| What the task asks |
Entries follow. Give back exactly the lines starting at the one containing "using System.Text.Json.Nodes;" and ending at the one containing "using CouplingWatch.Numerics.Sequences;", and no other lines.
*** Opening Records shown ***
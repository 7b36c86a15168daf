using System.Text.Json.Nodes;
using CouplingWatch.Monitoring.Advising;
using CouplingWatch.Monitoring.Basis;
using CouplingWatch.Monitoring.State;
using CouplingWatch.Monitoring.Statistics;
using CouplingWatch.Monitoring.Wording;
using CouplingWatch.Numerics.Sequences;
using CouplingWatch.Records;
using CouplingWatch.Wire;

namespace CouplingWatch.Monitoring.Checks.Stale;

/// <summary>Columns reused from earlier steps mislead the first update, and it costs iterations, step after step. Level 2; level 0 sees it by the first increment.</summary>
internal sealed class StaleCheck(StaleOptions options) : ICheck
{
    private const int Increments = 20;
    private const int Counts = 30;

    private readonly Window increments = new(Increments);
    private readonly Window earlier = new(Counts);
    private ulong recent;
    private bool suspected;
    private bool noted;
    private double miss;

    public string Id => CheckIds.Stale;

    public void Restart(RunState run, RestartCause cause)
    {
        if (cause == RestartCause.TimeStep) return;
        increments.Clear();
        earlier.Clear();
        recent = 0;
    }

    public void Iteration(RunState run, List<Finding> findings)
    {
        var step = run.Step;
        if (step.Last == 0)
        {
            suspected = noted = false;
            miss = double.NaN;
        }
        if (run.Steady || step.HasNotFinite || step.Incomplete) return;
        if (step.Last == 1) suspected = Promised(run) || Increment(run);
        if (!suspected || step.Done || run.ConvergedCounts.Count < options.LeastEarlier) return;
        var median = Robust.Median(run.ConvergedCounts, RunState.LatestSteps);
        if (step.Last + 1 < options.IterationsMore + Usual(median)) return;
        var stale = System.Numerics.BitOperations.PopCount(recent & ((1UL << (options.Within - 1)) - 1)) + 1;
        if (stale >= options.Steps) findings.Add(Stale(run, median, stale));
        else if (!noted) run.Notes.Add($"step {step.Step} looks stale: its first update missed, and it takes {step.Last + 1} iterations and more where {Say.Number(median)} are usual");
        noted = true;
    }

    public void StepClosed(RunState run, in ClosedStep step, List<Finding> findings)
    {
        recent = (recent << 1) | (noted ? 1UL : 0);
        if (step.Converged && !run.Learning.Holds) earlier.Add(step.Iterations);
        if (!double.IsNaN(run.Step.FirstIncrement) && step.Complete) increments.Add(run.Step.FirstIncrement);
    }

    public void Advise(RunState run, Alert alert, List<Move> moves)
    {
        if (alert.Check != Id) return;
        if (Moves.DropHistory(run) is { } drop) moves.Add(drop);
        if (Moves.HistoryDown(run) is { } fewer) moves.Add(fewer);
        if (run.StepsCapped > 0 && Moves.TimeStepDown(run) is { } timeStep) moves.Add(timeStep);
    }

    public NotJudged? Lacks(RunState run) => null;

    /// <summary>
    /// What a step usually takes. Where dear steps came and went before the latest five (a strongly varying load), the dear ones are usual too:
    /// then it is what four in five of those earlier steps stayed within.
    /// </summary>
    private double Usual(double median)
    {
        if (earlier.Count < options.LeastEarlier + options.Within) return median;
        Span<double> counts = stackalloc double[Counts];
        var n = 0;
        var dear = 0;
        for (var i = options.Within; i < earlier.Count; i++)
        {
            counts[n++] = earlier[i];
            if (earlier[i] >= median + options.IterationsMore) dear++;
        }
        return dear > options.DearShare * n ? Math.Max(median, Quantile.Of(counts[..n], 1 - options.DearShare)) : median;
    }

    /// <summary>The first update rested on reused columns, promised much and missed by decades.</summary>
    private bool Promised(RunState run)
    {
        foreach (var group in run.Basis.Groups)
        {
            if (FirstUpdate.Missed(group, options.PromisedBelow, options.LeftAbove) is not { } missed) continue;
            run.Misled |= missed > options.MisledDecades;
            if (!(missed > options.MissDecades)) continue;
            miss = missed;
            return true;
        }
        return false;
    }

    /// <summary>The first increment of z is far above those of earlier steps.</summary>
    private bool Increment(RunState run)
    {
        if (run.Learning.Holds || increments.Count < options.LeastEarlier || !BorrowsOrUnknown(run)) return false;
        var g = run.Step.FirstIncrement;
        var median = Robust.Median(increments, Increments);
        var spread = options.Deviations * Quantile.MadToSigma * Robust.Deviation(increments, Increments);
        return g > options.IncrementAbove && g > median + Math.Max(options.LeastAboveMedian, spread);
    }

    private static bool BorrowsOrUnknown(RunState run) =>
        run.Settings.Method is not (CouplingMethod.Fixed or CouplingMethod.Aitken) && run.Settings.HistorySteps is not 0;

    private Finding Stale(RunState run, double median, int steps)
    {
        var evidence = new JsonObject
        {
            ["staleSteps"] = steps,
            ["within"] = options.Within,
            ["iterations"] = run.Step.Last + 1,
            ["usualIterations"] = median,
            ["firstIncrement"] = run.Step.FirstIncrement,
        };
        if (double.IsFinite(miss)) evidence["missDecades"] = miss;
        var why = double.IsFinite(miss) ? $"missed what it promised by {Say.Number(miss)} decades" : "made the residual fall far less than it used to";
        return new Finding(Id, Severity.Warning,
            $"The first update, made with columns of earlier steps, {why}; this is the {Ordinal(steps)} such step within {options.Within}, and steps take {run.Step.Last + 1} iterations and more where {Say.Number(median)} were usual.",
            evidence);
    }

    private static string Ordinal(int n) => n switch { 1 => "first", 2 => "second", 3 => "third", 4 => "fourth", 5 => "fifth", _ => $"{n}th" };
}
*** Closing Records shown ***
*** Opening Records shown ***
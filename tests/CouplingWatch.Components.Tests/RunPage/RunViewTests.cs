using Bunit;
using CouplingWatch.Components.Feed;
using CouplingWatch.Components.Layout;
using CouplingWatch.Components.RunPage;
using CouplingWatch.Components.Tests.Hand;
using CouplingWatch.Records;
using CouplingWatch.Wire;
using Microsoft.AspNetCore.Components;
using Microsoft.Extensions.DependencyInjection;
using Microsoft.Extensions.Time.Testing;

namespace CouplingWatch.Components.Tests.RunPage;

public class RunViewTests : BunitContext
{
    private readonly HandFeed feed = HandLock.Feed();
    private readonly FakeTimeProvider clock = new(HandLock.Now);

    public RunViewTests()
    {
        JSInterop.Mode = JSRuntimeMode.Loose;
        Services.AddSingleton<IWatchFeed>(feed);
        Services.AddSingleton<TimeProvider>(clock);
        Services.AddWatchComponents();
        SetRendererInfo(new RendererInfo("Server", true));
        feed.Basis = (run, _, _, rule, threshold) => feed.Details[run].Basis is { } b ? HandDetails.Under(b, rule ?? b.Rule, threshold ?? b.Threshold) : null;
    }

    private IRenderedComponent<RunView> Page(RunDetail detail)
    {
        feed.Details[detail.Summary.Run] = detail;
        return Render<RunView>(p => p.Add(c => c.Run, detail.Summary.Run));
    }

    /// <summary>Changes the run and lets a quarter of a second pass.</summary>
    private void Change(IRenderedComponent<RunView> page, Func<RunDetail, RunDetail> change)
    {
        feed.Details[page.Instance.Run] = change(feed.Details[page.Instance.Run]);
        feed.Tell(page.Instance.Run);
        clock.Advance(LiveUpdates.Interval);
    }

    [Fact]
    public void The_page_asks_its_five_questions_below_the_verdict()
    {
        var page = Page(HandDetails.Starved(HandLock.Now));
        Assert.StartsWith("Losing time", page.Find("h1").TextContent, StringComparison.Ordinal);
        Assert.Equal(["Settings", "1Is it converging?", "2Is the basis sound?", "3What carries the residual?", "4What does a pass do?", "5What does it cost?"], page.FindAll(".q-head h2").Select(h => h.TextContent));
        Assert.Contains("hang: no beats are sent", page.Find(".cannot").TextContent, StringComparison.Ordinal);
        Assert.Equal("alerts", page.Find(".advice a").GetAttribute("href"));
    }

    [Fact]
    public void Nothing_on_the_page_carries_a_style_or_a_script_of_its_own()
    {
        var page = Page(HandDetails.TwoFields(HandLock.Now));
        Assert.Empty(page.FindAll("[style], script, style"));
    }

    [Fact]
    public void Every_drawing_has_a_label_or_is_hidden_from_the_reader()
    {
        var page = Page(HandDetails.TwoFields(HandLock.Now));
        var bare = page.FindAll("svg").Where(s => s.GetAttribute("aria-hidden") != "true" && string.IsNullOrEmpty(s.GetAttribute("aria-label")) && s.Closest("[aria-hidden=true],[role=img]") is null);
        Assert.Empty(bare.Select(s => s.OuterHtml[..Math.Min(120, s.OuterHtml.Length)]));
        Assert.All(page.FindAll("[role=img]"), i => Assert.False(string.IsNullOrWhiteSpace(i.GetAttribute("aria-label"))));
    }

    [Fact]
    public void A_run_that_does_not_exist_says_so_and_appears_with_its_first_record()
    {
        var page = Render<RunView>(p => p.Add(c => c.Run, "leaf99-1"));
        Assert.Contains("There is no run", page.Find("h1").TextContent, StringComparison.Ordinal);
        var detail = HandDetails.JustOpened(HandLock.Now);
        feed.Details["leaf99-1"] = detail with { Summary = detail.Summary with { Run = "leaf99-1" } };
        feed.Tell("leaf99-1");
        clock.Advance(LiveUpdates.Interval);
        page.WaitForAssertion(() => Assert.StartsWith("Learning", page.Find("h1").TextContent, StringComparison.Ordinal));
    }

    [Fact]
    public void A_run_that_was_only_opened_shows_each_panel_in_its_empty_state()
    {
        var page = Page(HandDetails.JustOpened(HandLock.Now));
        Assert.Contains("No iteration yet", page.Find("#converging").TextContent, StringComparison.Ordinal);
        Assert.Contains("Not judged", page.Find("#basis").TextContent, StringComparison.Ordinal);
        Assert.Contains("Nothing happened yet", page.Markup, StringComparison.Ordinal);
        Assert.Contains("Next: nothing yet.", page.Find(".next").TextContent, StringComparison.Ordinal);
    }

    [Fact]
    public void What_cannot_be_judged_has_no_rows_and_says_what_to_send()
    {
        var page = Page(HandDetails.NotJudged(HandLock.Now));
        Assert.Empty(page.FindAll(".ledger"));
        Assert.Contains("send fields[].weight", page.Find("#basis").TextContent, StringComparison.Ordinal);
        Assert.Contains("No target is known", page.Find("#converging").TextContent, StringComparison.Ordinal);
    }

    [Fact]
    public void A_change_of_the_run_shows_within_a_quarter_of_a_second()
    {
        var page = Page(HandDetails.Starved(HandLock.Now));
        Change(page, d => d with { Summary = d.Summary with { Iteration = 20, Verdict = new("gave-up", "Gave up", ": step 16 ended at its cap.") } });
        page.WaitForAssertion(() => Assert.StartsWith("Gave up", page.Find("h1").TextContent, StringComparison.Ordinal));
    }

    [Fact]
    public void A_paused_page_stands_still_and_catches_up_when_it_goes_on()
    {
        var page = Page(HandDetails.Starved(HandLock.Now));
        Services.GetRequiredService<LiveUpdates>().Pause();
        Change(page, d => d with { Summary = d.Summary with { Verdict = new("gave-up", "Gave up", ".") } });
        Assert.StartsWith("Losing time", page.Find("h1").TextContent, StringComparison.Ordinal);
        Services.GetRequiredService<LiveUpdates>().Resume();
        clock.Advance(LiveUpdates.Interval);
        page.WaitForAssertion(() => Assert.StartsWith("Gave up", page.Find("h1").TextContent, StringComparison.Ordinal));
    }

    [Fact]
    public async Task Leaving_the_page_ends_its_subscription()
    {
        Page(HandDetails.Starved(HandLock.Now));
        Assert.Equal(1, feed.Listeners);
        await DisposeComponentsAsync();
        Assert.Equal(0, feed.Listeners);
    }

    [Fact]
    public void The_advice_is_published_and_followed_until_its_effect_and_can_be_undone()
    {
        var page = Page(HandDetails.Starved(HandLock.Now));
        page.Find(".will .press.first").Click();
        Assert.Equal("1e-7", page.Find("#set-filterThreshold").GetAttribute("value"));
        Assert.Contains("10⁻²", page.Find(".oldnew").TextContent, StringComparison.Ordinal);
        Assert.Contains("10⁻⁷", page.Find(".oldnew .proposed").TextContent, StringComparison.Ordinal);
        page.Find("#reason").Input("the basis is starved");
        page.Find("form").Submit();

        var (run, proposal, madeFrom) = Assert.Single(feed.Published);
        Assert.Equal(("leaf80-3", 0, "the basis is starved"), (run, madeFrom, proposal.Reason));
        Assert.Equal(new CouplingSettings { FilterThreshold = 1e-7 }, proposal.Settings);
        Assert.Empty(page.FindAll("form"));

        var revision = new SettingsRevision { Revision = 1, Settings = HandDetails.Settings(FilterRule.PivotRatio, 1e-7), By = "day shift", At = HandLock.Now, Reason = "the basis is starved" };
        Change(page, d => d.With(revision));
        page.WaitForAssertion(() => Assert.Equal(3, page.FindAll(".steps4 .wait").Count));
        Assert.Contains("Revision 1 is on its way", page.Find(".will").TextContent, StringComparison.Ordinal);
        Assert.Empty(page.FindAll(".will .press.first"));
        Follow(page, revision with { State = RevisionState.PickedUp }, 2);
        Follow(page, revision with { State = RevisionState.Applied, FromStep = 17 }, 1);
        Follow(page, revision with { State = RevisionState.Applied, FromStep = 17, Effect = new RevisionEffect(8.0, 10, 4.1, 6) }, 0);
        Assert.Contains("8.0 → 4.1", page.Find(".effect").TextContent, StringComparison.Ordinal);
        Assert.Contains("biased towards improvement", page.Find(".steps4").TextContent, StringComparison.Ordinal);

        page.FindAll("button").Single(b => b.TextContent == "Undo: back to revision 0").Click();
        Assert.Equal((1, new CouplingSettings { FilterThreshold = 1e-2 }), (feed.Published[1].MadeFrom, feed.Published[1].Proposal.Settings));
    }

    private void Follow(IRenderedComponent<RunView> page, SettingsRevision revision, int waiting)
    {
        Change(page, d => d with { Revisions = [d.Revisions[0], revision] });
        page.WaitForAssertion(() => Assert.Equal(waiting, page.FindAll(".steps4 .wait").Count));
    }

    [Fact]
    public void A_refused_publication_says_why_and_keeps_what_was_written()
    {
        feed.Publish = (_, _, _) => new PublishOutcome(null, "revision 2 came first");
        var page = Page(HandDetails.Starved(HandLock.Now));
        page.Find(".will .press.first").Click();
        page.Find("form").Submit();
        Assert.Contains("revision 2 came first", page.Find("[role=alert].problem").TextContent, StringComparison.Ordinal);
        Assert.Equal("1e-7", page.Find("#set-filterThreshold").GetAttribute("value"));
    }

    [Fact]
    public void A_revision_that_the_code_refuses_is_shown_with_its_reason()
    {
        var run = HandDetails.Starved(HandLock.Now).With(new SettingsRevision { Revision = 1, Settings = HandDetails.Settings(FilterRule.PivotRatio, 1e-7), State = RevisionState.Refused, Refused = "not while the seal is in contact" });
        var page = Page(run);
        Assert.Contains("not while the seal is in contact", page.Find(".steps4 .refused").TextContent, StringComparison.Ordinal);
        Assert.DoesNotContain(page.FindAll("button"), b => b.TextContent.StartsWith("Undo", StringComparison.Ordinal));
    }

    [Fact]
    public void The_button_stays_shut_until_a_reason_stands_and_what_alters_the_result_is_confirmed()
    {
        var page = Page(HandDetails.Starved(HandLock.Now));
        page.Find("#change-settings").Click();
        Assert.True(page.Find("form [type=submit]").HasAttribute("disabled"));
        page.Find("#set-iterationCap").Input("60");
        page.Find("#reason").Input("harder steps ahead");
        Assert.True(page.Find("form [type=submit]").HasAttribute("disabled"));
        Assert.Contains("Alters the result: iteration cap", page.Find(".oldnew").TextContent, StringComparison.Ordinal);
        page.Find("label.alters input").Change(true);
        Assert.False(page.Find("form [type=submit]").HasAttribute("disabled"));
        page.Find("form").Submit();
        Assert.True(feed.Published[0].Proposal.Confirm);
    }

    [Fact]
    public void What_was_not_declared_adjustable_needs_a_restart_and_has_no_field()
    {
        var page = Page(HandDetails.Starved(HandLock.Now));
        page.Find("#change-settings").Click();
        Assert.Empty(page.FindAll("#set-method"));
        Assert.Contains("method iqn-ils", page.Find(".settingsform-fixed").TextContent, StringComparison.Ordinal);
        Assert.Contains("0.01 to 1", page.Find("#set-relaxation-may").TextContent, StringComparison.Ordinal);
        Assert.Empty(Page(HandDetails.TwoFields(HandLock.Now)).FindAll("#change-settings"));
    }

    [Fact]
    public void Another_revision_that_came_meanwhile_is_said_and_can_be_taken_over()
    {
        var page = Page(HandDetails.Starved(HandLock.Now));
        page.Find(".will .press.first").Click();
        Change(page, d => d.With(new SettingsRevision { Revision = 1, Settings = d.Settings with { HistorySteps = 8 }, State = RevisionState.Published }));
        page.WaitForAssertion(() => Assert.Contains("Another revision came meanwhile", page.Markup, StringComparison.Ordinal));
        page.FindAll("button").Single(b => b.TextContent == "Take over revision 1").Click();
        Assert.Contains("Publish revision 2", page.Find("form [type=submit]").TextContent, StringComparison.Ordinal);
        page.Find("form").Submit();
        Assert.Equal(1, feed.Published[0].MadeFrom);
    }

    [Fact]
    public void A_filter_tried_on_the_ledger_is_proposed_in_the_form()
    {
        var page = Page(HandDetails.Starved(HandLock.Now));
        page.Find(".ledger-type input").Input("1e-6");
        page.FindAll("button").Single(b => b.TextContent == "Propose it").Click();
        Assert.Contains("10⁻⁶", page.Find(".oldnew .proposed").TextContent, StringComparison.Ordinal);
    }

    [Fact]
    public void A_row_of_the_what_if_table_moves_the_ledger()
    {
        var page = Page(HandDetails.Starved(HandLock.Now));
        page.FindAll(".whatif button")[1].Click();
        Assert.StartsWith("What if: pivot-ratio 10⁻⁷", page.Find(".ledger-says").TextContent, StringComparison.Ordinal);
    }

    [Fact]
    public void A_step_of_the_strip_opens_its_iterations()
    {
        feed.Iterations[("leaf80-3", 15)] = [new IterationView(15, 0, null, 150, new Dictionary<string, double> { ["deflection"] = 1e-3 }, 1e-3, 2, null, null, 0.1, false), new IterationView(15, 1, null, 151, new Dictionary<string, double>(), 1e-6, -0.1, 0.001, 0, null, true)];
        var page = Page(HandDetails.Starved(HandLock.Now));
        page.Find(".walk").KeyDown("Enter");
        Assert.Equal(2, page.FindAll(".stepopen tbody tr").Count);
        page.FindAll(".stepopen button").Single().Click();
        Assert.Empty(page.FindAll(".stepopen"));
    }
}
*** Closing Records shown ***
| Answer box |
using System.Text.Json.Nodes;
using CouplingWatch.Monitoring.Advising;
using CouplingWatch.Monitoring.Basis;
using CouplingWatch.Monitoring.State;
using CouplingWatch.Monitoring.Statistics;
using CouplingWatch.Monitoring.Wording;
using CouplingWatch.Numerics.Sequences;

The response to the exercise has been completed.